== Segment start ==
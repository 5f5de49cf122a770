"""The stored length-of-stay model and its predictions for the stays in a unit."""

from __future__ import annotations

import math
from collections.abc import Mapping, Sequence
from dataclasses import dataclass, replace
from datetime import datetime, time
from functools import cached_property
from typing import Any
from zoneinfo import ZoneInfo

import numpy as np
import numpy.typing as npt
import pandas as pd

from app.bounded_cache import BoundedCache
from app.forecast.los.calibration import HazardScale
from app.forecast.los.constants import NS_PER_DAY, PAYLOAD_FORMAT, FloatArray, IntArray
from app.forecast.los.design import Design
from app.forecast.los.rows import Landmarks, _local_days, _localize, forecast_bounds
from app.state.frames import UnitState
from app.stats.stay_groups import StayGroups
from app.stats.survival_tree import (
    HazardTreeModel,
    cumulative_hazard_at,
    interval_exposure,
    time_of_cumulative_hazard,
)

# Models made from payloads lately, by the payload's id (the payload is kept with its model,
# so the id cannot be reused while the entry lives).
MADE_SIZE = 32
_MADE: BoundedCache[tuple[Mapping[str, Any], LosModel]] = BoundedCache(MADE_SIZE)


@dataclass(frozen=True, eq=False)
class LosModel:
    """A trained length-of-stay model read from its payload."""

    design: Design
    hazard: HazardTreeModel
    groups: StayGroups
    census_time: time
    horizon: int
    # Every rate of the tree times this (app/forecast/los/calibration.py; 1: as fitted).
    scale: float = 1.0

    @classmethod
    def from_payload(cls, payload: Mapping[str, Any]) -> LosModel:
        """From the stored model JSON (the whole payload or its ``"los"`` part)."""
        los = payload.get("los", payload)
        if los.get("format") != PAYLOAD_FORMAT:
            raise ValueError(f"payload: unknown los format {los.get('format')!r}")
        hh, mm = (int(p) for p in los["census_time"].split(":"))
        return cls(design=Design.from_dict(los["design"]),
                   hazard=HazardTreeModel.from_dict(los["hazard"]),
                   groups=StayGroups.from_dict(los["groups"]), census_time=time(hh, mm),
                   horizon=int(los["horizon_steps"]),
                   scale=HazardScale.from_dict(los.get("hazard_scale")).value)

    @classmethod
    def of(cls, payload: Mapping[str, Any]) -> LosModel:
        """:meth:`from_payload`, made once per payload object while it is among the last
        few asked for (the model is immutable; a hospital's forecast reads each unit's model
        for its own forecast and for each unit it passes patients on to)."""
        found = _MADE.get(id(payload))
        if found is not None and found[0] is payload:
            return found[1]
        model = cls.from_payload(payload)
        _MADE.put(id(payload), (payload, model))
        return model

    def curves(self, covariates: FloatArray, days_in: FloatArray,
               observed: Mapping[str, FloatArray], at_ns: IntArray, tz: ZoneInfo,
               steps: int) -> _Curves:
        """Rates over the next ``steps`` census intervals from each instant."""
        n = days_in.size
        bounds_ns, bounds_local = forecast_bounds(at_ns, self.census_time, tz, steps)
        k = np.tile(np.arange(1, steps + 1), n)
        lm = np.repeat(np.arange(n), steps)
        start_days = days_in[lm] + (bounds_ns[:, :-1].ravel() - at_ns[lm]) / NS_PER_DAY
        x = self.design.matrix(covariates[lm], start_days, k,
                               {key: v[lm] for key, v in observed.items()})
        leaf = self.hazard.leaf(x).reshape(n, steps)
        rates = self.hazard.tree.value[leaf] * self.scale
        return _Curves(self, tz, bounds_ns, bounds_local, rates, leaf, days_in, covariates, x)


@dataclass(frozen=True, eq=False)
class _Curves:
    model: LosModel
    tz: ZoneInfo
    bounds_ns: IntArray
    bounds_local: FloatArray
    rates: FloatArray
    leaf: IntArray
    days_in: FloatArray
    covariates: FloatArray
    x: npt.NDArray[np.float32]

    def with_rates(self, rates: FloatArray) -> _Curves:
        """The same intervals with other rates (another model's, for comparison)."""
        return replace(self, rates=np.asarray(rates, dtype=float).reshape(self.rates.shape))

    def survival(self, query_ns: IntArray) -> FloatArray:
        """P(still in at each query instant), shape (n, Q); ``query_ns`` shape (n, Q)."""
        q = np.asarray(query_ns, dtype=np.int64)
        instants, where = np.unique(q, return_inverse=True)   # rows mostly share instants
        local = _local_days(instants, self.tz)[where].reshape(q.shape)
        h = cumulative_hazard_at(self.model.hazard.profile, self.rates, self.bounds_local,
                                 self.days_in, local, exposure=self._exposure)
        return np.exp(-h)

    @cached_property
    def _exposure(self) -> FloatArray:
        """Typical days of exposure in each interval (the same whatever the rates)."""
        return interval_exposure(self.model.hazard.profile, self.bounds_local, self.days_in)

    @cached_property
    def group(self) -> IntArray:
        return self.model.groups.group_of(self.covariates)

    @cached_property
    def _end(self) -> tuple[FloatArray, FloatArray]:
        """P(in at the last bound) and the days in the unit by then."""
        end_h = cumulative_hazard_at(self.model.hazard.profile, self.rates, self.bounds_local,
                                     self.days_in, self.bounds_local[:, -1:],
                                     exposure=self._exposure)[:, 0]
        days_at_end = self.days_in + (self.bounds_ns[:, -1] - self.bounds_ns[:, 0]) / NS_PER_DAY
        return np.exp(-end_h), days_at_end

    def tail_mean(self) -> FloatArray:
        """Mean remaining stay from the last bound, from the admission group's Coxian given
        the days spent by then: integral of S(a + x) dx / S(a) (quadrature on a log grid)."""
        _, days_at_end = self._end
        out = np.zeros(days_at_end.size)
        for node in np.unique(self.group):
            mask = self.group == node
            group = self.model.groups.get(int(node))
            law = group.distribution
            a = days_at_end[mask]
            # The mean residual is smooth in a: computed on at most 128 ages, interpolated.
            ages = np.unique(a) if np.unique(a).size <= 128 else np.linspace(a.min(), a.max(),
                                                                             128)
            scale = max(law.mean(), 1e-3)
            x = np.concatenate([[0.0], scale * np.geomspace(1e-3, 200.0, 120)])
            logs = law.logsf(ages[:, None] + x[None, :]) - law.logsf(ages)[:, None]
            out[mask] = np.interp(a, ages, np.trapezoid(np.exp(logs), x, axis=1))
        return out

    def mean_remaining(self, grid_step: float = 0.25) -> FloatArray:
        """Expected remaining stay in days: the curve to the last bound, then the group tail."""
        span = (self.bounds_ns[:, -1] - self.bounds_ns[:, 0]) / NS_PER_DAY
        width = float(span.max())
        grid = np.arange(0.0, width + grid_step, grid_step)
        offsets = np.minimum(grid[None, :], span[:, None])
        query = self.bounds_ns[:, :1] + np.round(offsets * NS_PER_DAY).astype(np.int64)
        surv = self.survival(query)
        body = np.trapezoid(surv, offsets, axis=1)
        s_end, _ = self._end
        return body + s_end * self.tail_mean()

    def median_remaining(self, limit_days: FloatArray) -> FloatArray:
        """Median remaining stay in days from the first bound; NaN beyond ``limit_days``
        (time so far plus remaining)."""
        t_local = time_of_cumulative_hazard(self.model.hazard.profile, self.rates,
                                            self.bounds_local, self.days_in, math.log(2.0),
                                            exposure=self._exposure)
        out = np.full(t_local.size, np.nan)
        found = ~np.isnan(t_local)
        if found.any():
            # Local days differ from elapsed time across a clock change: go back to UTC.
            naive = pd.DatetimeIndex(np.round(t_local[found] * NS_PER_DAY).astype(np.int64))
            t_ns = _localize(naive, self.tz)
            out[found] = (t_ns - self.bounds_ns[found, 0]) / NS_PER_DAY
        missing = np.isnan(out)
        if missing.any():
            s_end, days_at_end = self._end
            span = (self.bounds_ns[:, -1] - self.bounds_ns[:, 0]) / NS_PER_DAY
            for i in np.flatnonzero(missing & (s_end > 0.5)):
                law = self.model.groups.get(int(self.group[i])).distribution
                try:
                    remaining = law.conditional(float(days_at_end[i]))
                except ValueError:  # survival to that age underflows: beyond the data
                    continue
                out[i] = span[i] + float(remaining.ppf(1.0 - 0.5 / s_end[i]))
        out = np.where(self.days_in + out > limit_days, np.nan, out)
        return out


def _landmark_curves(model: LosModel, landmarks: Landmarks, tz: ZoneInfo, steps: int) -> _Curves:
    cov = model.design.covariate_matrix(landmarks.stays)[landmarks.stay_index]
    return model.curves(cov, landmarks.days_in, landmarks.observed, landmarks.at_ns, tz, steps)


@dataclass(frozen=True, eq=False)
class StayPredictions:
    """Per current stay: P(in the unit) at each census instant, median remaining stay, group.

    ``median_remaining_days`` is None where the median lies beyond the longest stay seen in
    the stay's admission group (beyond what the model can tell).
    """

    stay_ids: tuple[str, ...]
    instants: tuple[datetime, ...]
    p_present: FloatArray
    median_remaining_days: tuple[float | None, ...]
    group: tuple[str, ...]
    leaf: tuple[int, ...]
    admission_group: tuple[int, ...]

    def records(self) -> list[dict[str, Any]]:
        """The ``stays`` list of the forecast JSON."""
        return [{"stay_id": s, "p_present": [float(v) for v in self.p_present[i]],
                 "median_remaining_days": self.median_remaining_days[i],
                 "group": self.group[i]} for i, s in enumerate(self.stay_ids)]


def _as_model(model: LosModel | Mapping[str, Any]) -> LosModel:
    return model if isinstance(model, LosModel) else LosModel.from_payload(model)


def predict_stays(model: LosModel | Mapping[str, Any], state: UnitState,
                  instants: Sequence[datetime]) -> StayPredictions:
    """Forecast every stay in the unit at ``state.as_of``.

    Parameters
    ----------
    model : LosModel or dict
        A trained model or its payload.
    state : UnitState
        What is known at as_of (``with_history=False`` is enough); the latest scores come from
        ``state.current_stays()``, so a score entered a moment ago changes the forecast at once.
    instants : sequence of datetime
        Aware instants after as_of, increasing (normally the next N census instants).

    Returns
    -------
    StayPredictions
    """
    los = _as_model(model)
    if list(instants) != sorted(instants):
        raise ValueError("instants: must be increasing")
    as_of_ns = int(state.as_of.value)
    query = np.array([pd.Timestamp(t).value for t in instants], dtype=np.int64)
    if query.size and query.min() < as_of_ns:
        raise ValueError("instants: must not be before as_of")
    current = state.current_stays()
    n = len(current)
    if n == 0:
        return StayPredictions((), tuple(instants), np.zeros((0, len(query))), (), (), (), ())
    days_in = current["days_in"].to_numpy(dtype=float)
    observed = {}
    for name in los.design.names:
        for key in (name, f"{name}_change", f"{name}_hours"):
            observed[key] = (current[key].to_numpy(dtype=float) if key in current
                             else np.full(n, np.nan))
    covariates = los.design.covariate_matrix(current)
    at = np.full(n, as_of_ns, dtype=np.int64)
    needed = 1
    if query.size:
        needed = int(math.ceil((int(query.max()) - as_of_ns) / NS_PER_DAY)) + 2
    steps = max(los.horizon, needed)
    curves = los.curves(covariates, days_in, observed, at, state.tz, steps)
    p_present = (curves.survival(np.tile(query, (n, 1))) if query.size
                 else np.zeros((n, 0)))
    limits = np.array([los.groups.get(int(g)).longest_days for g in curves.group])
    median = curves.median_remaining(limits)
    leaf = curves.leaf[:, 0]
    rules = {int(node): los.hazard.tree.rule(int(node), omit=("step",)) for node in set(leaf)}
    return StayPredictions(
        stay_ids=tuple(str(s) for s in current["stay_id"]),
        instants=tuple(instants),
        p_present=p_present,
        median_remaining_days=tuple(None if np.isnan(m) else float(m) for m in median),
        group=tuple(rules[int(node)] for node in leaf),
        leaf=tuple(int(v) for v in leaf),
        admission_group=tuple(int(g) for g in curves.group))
== Segment end ==
**Task brief**.
Check each line above for the word "profile" and copy every line that has it.

**Reply to the exercise**.
        h = cumulative_hazard_at(self.model.hazard.profile, self.rates, self.bounds_local,
        return interval_exposure(self.model.hazard.profile, self.bounds_local, self.days_in)
        end_h = cumulative_hazard_at(self.model.hazard.profile, self.rates, self.bounds_local,
        t_local = time_of_cumulative_hazard(self.model.hazard.profile, self.rates,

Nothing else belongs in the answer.